Ahead of the race, 62 teams from across the competitive scene have cleared the first eight bosses of the raid on Heroic difficulty, according to WoW stats site Raider.io. The final leg of the race will not only test players’ abilities to do mechanics but also figure them out in real time.
“As time has gone on, it’s really been proven that that’s the thing the viewer connects with the most,” Maximum said. “They almost feel a part of the process seeing us figure that stuff out so I think it should be really cool.”
Looking ahead
The Sepulcher of the First Ones will serve as the staging ground for the final RWF event of WoW’s Shadowlands expansion. After a year and then some, the game’s top players (and its community at large) will soon look towards WoW’s next expansion, the 10th installment of the game.
“There has actually been a lot of positive outlook going into the end of this expansion,” said Maximum. “There have been a couple of repeated issues throughout the last couple of expansions and really for the first time ever, Blizzard is acknowledging them and iterating on them.”
Earlier this year, Blizzard announced it would be making a game-altering decision to integrate the two longtime factions of WoW, the Alliance and Horde, in group-play scenarios. Later in Shadowlands’ lifespan, players from across the faction divide will be able to run dungeons and raids together in an effort to widen the player pool across the game.
Beyond that, through mid-expansion changes to controversial features such as Conduits, Renown progression, Torghast, and gearing strategies (namely via the return of fan-favorite class tier sets), Blizzard has made an attempt to remedy many of WoW’s self-inflicted in-game issues.
“I have a lot of faith in Blizzard, at least in the way they’re saying they think about the game in what they will do for the next expansion looking back on this one. I think they learned a lot of lessons,” Maximum said.
Apart from WoW, Liquid is looking to eventually expand further into the MMO genre. And frankly, there isn’t a better time to do so. With high-profile developers such as Amazon, Riot Games, and others investing into the MMO scene, the genre could be seeing its first major renaissance since the early 2000s. Although WoW has held onto the MMO landscape with a vice grip for the better part of the last decade-plus, the future is likely to include space for breakthrough titles like Final Fantasy XIV, Lost Ark, and the yet-to-be-released untitled MMO from Riot Games—the latter of which Liquid has its eyes set upon firmly.
“You have some of the major players in the game looking to invest and create in the MMO space and it’s a really cool thing,” Maximum said. “As far as Liquid, we’re very interested in that. I think it’s going to take some time to figure out exactly when we’ll get into these games. Specifically, with the Riot MMO, that is something that we’re really looking forward to.”
Liquid expressed interest in expanding its influence in the MMO space when the organization acquired Limit’s roster earlier this year. The franchise confirmed that, at the very least, Final Fantasy XIV and the untitled Riot MMO remain high priorities for the team, who originally competed in Wildstar events before transitioning to WoW on a full-time basis in 2016.

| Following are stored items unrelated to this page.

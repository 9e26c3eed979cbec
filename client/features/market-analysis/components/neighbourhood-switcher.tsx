import { useRef, type KeyboardEvent } from 'react';
import type { GroupAnalysis } from '@contracts/analysis';

export function groupTabId(name: string): string {
  return `group-tab-${name.toLowerCase().replace(/[^a-z0-9]+/g, '-')}`;
}
export const GROUP_PANEL_ID = 'market-analysis-group';

interface Props {
  groups: readonly GroupAnalysis[];
  chosen: string;
  subjectGroup: string | null;
  onChoose: (name: string) => void;
}

/**
 * The neighbourhoods as a row of index cards: the subject's first (marked), the others, then the
 * pooled fit, set apart by a rule. Arrow keys move between them, as in any tab list.
 */
export function NeighbourhoodSwitcher({ groups, chosen, subjectGroup, onChoose }: Props) {
  const tabs = useRef<Array<HTMLButtonElement | null>>([]);

  function onKeyDown(event: KeyboardEvent, index: number) {
    const last = groups.length - 1;
    const next = { ArrowRight: index + 1, ArrowLeft: index - 1, Home: 0, End: last }[event.key];
    if (next === undefined) return;
    event.preventDefault();
    const target = next < 0 ? last : next > last ? 0 : next;
    onChoose(groups[target].neighbourhood);
    tabs.current[target]?.focus();
  }

  return (
    <div role="tablist" aria-label="Neighbourhood" className="-mx-1 flex items-stretch gap-1.5 overflow-x-auto px-1 pb-1">
      {groups.map((group, index) => {
        const selected = group.neighbourhood === chosen;
        const isSubject = group.neighbourhood === subjectGroup;
        return (
          <div key={group.neighbourhood} className={`flex ${group.pooled ? 'sm:ml-auto' : ''}`}>
            {group.pooled && <span aria-hidden className="mr-1.5 hidden w-px self-stretch bg-rule-strong sm:block" />}
            <button
              ref={(el) => {
                tabs.current[index] = el;
              }}
              id={groupTabId(group.neighbourhood)}
              type="button"
              role="tab"
              aria-selected={selected}
              aria-controls={GROUP_PANEL_ID}
              tabIndex={selected ? 0 : -1}
              onClick={() => onChoose(group.neighbourhood)}
              onKeyDown={(event) => onKeyDown(event, index)}
              className={`group flex flex-col items-start gap-0.5 rounded-md border px-3 py-2 text-left whitespace-nowrap transition-colors lg:min-w-[9.5rem] lg:px-3.5 ${
                selected
                  ? 'border-ink bg-paper-raised shadow-[inset_0_-3px_0_var(--color-ink)]'
                  : 'border-rule bg-paper-sunk/50 hover:border-rule-strong hover:bg-paper-raised'
              }`}
            >
              <span className={`flex items-center gap-2 text-[0.9375rem] leading-snug ${selected ? 'font-semibold text-ink' : 'text-ink-soft group-hover:text-ink'}`}>
                {group.neighbourhood}
                {/* The subject's own mark in the scatter, a diamond, names its neighbourhood here. */}
                {isSubject && <span aria-hidden title="The subject’s neighbourhood" className="size-[0.4375rem] rotate-45 bg-ink" />}
              </span>
              <span className="text-xs text-ink-faint">
                <span className="figures">{group.n === 1 ? '1 sale' : `${group.n} sales`}</span>
                {group.pooled && ', pooled'}
                {isSubject && <span className="sr-only">, the subject’s neighbourhood</span>}
              </span>
            </button>
          </div>
        );
      })}
    </div>
  );
}
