import { CartesianGrid, DefaultZIndexes, ResponsiveContainer, Scatter, ScatterChart, Tooltip, XAxis, YAxis, ZIndexLayer } from 'recharts';
import type { FitSummary, Trend } from '@contracts/analysis';
import { niceDomain } from '../lib/axis-domain';
import type { FigureFormat } from '../lib/figure-format';
import { predictionBand } from '../lib/prediction-band';
import type { SaleLookup } from '../lib/sale-lookup';
import { DenseSaleMarks, FitLayer, SaleMark, splitDense, type SalePoint } from './chart-marks';
import { gridStroke, xAxisProps, yAxisProps } from './chart-style';
import { SaleTooltip } from './sale-tooltip';

interface Props {
  trend: Trend & { fit: FitSummary };
  flaggedIds: ReadonlySet<number>;
  format: FigureFormat;
  lookup: SaleLookup;
  onOpen: (saleId: number) => void;
  height: number;
}

/** Price per unit area against months before the effective date, oldest sales on the left, with
 * the fitted trend line. */
export function TrendChart({ trend, flaggedIds, format, lookup, onOpen, height }: Props) {
  const points: SalePoint[] = trend.points.map((p) => ({
    saleId: p.saleId,
    x: p.monthsBefore,
    y: p.pricePerArea,
    studentized: null,
    flagged: flaggedIds.has(p.saleId),
  }));
  const x = niceDomain([0, ...points.map((p) => p.x)], 6, 0);
  const line = predictionBand(trend.fit, trend.fit.xMin, trend.fit.xMax, 2);
  const y = niceDomain([...points.map((p) => p.y), ...line.map((p) => p.fitted)], 5);
  const { marks, dense } = splitDense(points);

  return (
    <ResponsiveContainer width="100%" height={height}>
      <ScatterChart margin={{ top: 10, right: 16, bottom: 30, left: 4 }}>
        <CartesianGrid stroke={gridStroke} vertical={false} />
        <XAxis
          reversed
          {...xAxisProps({
            scale: { domain: [Math.max(0, x.domain[0]), x.domain[1]], ticks: x.ticks.filter((t) => t >= 0) },
            format: (v) => format.count(v),
            label: 'Months before the effective date',
          })}
        />
        <YAxis {...yAxisProps({ scale: y, format: (v) => format.compactMoney(v), label: `Price per ${format.unit}` })} />
        <ZIndexLayer zIndex={DefaultZIndexes.area}>
          <FitLayer band={line} showBand={false} />
        </ZIndexLayer>
        <ZIndexLayer zIndex={DefaultZIndexes.scatter - 1}>
          <DenseSaleMarks points={dense} radius={2.5} fill="var(--color-ink-soft)" />
        </ZIndexLayer>
        <Scatter
          data={marks}
          isAnimationActive={false}
          shape={(props: object) => <SaleMark {...props} radius={3.5} fill="var(--color-ink-soft)" onOpen={onOpen} />}
        />
        <Tooltip
          cursor={false}
          isAnimationActive={false}
          content={(props) => (
            <SaleTooltip<SalePoint>
              active={props.active}
              payload={props.payload}
              title={(d) => lookup(d.saleId).address}
              rows={(d) => [
                [`Price per ${format.unit}`, format.rateAmount(d.y)],
                ['Sold', `${format.months(d.x)} before`],
              ]}
              note={(d) => (d.flagged ? 'Flagged in the floor-area fit.' : null)}
            />
          )}
        />
      </ScatterChart>
    </ResponsiveContainer>
  );
}
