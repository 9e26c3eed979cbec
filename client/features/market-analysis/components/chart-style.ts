import type { AxisDomain } from '../lib/axis-domain';

/** The drawing style the analysis charts share: ink on paper, figures in the mono face. */
export const gridStroke = 'var(--color-rule)';
export const axisLine = { stroke: 'var(--color-rule-strong)' };
export const axisTick = { fill: 'var(--color-ink-soft)', fontSize: 11.5, fontFamily: 'var(--font-mono)' };
export const axisLabel = { fill: 'var(--color-ink-faint)', fontSize: 12, fontFamily: 'var(--font-sans)' };

interface AxisOptions {
  scale: AxisDomain;
  format: (value: number) => string;
  label: string;
}

/** What every value axis of the analysis charts shares: numbers from the point's x or y, the round
 * ticks of niceDomain, points beyond the range clipped rather than stretching it. */
function valueAxis({ scale, format, label }: AxisOptions) {
  return {
    type: 'number' as const,
    domain: scale.domain,
    ticks: scale.ticks,
    allowDataOverflow: true,
    tickFormatter: format,
    tick: axisTick,
    axisLine,
    tickLine: axisLine,
    label: { ...axisLabel, value: label },
  };
}

/** Props for <XAxis>: the point's x, the label under the axis. */
export function xAxisProps(options: AxisOptions) {
  const axis = valueAxis(options);
  return { ...axis, dataKey: 'x', label: { ...axis.label, position: 'insideBottom' as const, offset: -18 } };
}

/** Props for <YAxis>: the point's y, the label turned along the axis. */
export function yAxisProps(options: AxisOptions) {
  const axis = valueAxis(options);
  return { ...axis, dataKey: 'y', width: 72, label: { ...axis.label, angle: -90, position: 'insideLeft' as const, offset: 2, style: { textAnchor: 'middle' as const } } };
}
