import { CartesianGrid, DefaultZIndexes, ReferenceLine, ResponsiveContainer, Scatter, ScatterChart, Tooltip, XAxis, YAxis, ZIndexLayer } from 'recharts';
import { niceDomain } from '../lib/axis-domain';
import { inRange } from '../lib/focus-range';
import { describeFlags } from '../lib/flag-words';
import { DenseSaleMarks, SaleMark, splitDense, type FittedSalePoint, type GroupChartProps } from './chart-marks';
import { axisLabel, gridStroke, xAxisProps, yAxisProps } from './chart-style';
import { SaleTooltip } from './sale-tooltip';

type ResidualPoint = FittedSalePoint;

/** Residuals against fitted values, with the zero line and guides at two residual standard
 * errors either side: a pattern here (a funnel, a curve) is a question for the appraiser. */
export function ResidualsChart({ group, flagsById, format, lookup, onOpen, focus, height }: GroupChartProps) {
  const s = group.fit.residualStdError;
  // x is the fitted price, y the residual: the same sale, seen from the line.
  const points: ResidualPoint[] = group.points.filter((p) => inRange(focus, p.x)).map((p) => ({
    saleId: p.saleId,
    x: p.fitted,
    y: p.residual,
    residual: p.residual,
    studentized: p.externallyStudentized,
    flagged: flagsById.has(p.saleId),
    flags: flagsById.get(p.saleId) ?? [],
  }));
  const x = niceDomain(points.map((p) => p.x), 5);
  const y = niceDomain([...points.map((p) => p.y), 2 * s, -2 * s, 0], 5);
  const { marks, dense } = splitDense(points);

  return (
    <ResponsiveContainer width="100%" height={height}>
      <ScatterChart margin={{ top: 10, right: 16, bottom: 30, left: 4 }}>
        <CartesianGrid stroke={gridStroke} vertical={false} />
        <XAxis {...xAxisProps({ scale: x, format: (v) => format.compactMoney(v), label: 'Fitted price' })} />
        <YAxis {...yAxisProps({ scale: y, format: (v) => format.compactMoney(v), label: 'Residual' })} />
        {s > 0 && <ReferenceLine y={2 * s} stroke="var(--color-ink-faint)" strokeDasharray="4 4" label={{ value: '+2s', position: 'insideTopRight', ...axisLabel, fontSize: 11 }} />}
        {s > 0 && <ReferenceLine y={-2 * s} stroke="var(--color-ink-faint)" strokeDasharray="4 4" label={{ value: '−2s', position: 'insideBottomRight', ...axisLabel, fontSize: 11 }} />}
        <ReferenceLine y={0} stroke="var(--color-ink)" strokeWidth={1.5} />
        <ZIndexLayer zIndex={DefaultZIndexes.scatter - 1}>
          <DenseSaleMarks points={dense} radius={2.5} />
        </ZIndexLayer>
        <Scatter data={marks} isAnimationActive={false} shape={(props: object) => <SaleMark {...props} radius={4} onOpen={onOpen} />} />
        <Tooltip
          cursor={false}
          isAnimationActive={false}
          content={(props) => (
            <SaleTooltip<ResidualPoint>
              active={props.active}
              payload={props.payload}
              title={(d) => lookup(d.saleId).address}
              rows={(d) => [
                ['Fitted price', format.money(d.x)],
                ['Residual', format.signedMoney(d.residual)],
                ['Studentized', format.signedRatio(d.studentized)],
              ]}
              note={(d) => (d.flagged ? `Flagged: ${describeFlags(d.flags)}.` : null)}
            />
          )}
        />
      </ScatterChart>
    </ResponsiveContainer>
  );
}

“When a new game comes out, we’re all in Discord playing that game and hanging out, and over time you play together and become very close,” Maximum said of his teammates. “But also, we have very similar interests. I also think it just comes from a good work environment because you don’t have to feel separated from these people after you’re done competing.”
For now though, WoW remains at the forefront for Liquid on the eve of their debut event under new management. The Sepulcher of the First Ones Race to World First event will begin tomorrow, March 8. Liquid will be featuring player-specific PoV livestreams of the event on its Twitch channel.